A One and a Two (Yi yi)

A One and a Two

Who needs movies? Just stay home and live life!

Now this is an Edward Yang film worth watching, even despite its running time. Yang’s other list film, A Brighter Summer Day, I remember almost nothing of, probably because it was so unremarkable, and the four-hour running time made you feel every second of it, so my brain probably shut itself down during most of it as a self-defense mechanism. I’m sure part of it was the fact that it was technically a period piece, taking place in the first half of the century. Yi Yi, subtitled A One and a Two, is squarely set in the modern age, and that was only one of the things that Yang ended up doing right in this film that made me not only able to get through it, but to come out the other end spellbound at the experience I’d just had.

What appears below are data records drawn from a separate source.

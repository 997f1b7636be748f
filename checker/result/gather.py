"""Put outcomes in report order and give each finding its fingerprint."""

from __future__ import annotations

import hashlib
import json
import math
import re
from collections.abc import Iterable
from functools import lru_cache

from checker.finding import Outcome, Verdict
from checker.network.ladder import Rung

FINGERPRINT_RECIPE = "1"
"""Part of every fingerprint, so that a changed recipe shows as changed inputs, never as a match."""

_NUMBER = re.compile(r"([0-9]+)")


def fingerprint(outcome: Outcome) -> str:
    """Return twelve hexadecimal digits made of the check, the part and the inputs of a finding.

    Not of lines, wording, file names or order: a finding keeps its fingerprint when a file is
    renamed or a neighbour is edited.
    """
    made_of = [FINGERPRINT_RECIPE, outcome.check, outcome.limit_set, outcome.part, [list(i) for i in outcome.inputs]]
    text = json.dumps(made_of, ensure_ascii=True, separators=(",", ":"))
    return hashlib.sha256(text.encode()).hexdigest()[:12]


@lru_cache(maxsize=50_000)
def natural(text: str) -> tuple[tuple[int, int, str], ...]:
    """Return a sort key that puts P9 before P10."""
    pieces = (piece for piece in _NUMBER.split(text) if piece)
    return tuple((1, int(piece), "") if piece[0] in "0123456789" else (0, 0, piece) for piece in pieces)


def news_order(outcomes: Iterable[Outcome]) -> tuple[Outcome, ...]:
    """Return what did not pass: worst news first, then by place, check, part and limit set."""
    return tuple(sorted((o for o in outcomes if o.verdict is not Verdict.PASSED), key=_news_key))


PROTECTING = ("device-rating", "size-step", "double-feed")


def tightest(ladder: Iterable[Rung], outcomes: Iterable[Outcome]) -> dict[str, Outcome]:
    """Return for each device of a ladder the conductor it protects that is nearest its limit, or furthest past it."""
    nearest: dict[str, Outcome] = {}
    for outcome in outcomes:
        if outcome.check in PROTECTING and outcome.measure is not None:
            known = nearest.get(outcome.part)
            if known is None or _headroom(outcome) < _headroom(known):
                nearest[outcome.part] = outcome
    found: dict[str, Outcome] = {}
    for rung in ladder:
        protected = [nearest[name] for name in rung.protects if name in nearest]
        if protected:
            found[rung.device] = min(protected, key=lambda o: (_headroom(o), natural(o.part)))
    return found


def _headroom(outcome: Outcome) -> float:
    return -math.inf if outcome.measure is None else (outcome.measure.headroom_fraction or 0.0)


def pass_order(outcomes: Iterable[Outcome]) -> tuple[Outcome, ...]:
    """Return what passed, by circuit, part and check."""
    passed = [o for o in outcomes if o.verdict is Verdict.PASSED]
    # Each place is compared once with each other one, not each of the many looks at it.
    places = sorted({(o.circuit or o.part, o.part) for o in passed}, key=lambda row: (natural(row[0]), natural(row[1])))
    rank = {place: number for number, place in enumerate(places)}
    return tuple(sorted(passed, key=lambda o: (rank[o.circuit or o.part, o.part], o.check, o.limit_set)))


def _news_key(outcome: Outcome) -> tuple[object, ...]:
    return (
        outcome.verdict.rank, outcome.level.rank, outcome.at, outcome.check, natural(outcome.part),
        outcome.limit_set, outcome.fault,
    )  # fmt: skip
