"""Describe the findings that are made of what was found and measured aboard."""

from __future__ import annotations

from checker.finding import Basis, Card, Level

_PRACTICE = "common practice, no source"


def _card(name: str, title: str, level: Level, why: str, text: str, formula: str, *catalogue: str) -> Card:
    return Card(id=name, title=title, level=level, basis=Basis.COMMON_PRACTICE, citation=_PRACTICE, why=why,
                text=text, formula=formula, catalogue=catalogue, can_be_waived=True)  # fmt: skip


DROP_ABOVE = _card(
    "measured-drop-above", "A measured drop is explained by the cable and sound joints", Level.ERROR,
    "a bad crimp or joint heats under load until it fails",
    "The drop that the copper makes at the measured current, with an allowance for joints. Up to 50 A a quarter more "
    "and 0.05 V; above, a fifth more, 0.3 milliohm for each joint and 0.01 V.",
    "U ≤ 1.25·I·R + 0.05 V; above 50 A U ≤ 1.2·I·R + I·0.3 mΩ·joints + 0.01 V", "COM-01",
)  # fmt: skip
DROP_BELOW = _card(
    "measured-drop-below", "A measured drop is no smaller than the cable allows", Level.WARNING,
    "current returns by a path that no drawing shows, or another cable was fitted",
    "Copper of the written size and length cannot drop much less than predicted. Where it seems to, part of the "
    "current flows elsewhere, or the schedule is wrong. Not asked below 0.05 V, where a meter's last digit decides.",
    "U ≥ 0.6·I·R", "COM-02",
)  # fmt: skip
DROP_LIMIT = _card(
    "measured-drop-limit", "A measured drop keeps the limit of the limit set", Level.ERROR,
    "the load gets too little voltage, whatever the drawing promises",
    "The measured drop, scaled to the current of the circuit, against what the limit set allows the circuit alone.",
    "U·(I of the circuit)/(I measured) ≤ the limit", "COM-01",
)  # fmt: skip
SHUNT_CLAMP = _card(
    "shunt-against-clamp", "The monitor shows what a clamp shows", Level.ERROR,
    "a source or load bypasses the shunt, and the monitor shows a charge that is not there",
    "With one source alone, the current that the monitor shows against a clamp around all cables at the bank's post.",
    "|shunt − clamp| ≤ 2 % of the clamp + 1 A", "COM-03",
)  # fmt: skip
ALL_OFF_CURRENT = _card(
    "all-off-current", "With everything off no more flows than was declared", Level.ERROR,
    "something drains the bank that nobody knows of",
    "The current at the bank's post with all switches open, against the sum of what is declared to stay live.",
    "I ≤ the declared sum + 0.2 A", "COM-04",
)  # fmt: skip
MISSING = _card(
    "measurement-missing", "Every step of the test was done", Level.ERROR,
    "a boat that was not tested is handed over as one that was",
    "The steps that the wiring data ask for and the sheet does not answer. Told of hulls that are signed or "
    "delivered and have a sheet; the command `ready` tells it of every hull.",
    "", "COM-05",
)  # fmt: skip
TOO_LITTLE = _card(
    "measured-at-too-little", "A drop is measured with enough current to mean anything", Level.WARNING,
    "at a small current a bad joint looks sound",
    "At least half of the circuit's current must flow. What is measured with less counts as not measured.",
    "I ≥ half of the circuit's current", "COM-06",
)  # fmt: skip
LOAD_CURRENT = _card(
    "measured-load-current", "A load draws what the data say", Level.WARNING,
    "gauge, drop and device were chosen for another current",
    "The current that flowed while the drop was measured, against the circuit's: a quarter and 0.5 A more is another "
    "load than the data describe. Correct them for the whole class.",
    "I ≤ 1.25·(I of the circuit) + 0.5 A", "COM-07",
)  # fmt: skip
FITTED_DEVICE = _card(
    "fitted-device", "The devices aboard are those of the schedule", Level.ERROR,
    "the cable behind it is not protected, or the load does not start",
    "The rating read on each fuse and breaker against the data. The boat is judged again with what is fitted; what "
    "that brings up is told beside it.",
    "", "COM-08", "FLT-01",
)  # fmt: skip
STAYS_LIVE = _card(
    "live-when-off", "A load goes dead with its own device", Level.ERROR,
    "somebody works on a circuit that another one feeds",
    "With its own breaker open or its fuse out, every load is without voltage.",
    "", "COM-09",
)  # fmt: skip
POLARITY_CARD = _card(
    "measured-polarity", "Each load is connected the right way round", Level.ERROR,
    "electronics die, a motor turns the wrong way",
    "The positive of the supply stands at the positive post of each load.", "", "COM-10",
)  # fmt: skip
LEAKAGE_CARD = _card(
    "measured-leakage", "No current leaks into the bonding system", Level.ERROR,
    "stray current eats underwater metal",
    "The current from DC positive into the bonding system with the loads off, and whether that meets the DC negative "
    "at one place only.",
    "I ≤ 1 mA", "COM-11",
)  # fmt: skip
INSTRUMENT = _card(
    "measuring-instrument", "The instruments are named and calibrated", Level.WARNING,
    "figures of an unknown meter prove nothing",
    "A sheet names its instruments, the day and the role; each instrument's calibration covers that day.",
    "", "COM-12",
)  # fmt: skip
FAR_FROM_SISTERS = _card(
    "drop-far-from-sisters", "A measured drop is like that of the sister hulls", Level.NOTE,
    "a joint that is about to go bad is still inside its tolerance",
    "The measured drop over the predicted one, against the middle of the same figure on at least three other hulls "
    "of the class: half of it and 0.05 V apart.",
    "|U − the sisters' share·I·R| ≤ half of that, or 0.05 V", "COM-01",
)  # fmt: skip
OLD_SHEET = _card(
    "sheet-content", "The sheet was printed for the wiring as it is", Level.WARNING,
    "what was tested is not what is written now",
    "A sheet bears the mark of the wiring that it was printed for. The wiring data have changed since: print the "
    "sheet anew, and repeat what the change touches. Told by the command `ready` alone.",
    "", "COM-05",
)  # fmt: skip

MEASURED_CARDS = (
    FITTED_DEVICE, POLARITY_CARD, LEAKAGE_CARD, ALL_OFF_CURRENT, STAYS_LIVE, DROP_ABOVE, DROP_BELOW, DROP_LIMIT,
    TOO_LITTLE, LOAD_CURRENT, SHUNT_CLAMP, MISSING, INSTRUMENT, FAR_FROM_SISTERS, OLD_SHEET,
)  # fmt: skip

The film follows the life of the Jian family, specifically through three of its members in three narrative threads. The first is the father, NJ, who struggles with his job and how he feels he isn’t suited for it, all while an old crush from school suddenly reappears in his life. The second is the teenage daughter, Ting-Ting, who finds herself in-between one of her friends and their boyfriend while they quarrel, passing messages between them, until finally a love triangle blossoms. The third is the young boy, Yang-Yang, who has his own problems at school, and finds a way to channel his own interests into a new hobby. Each of the three main storylines is a different beast, as they should be; the father’s story seemed mired in business experience, and thus was, for me, the most obfuscated, while the stories following the daughter and young son were much more accessible. I personally enjoyed Yang-Yang’s odyssey with his camera the most, trying to, in his words, capture the half of life that people don’t see. It was poignant, and even more so that it was this young kid, only eight years old, who was doing it. The others were well enough in their own right, but where Yi Yi really succeeds isn’t in the individual parts or assets, as well done as virtually all of them are. Yi Yi is a fantastic example of a film that, everything blended together, ends up somehow more than the sum of its parts. I’ve seen other reviewers basically speechless as to how to describe the allure of this film, and others who are nearly so, able only to articulate that this film is basically life itself. That’s about where I ended up, and even despite the nearly three-hour running time, I found myself loving this more and more as it went on.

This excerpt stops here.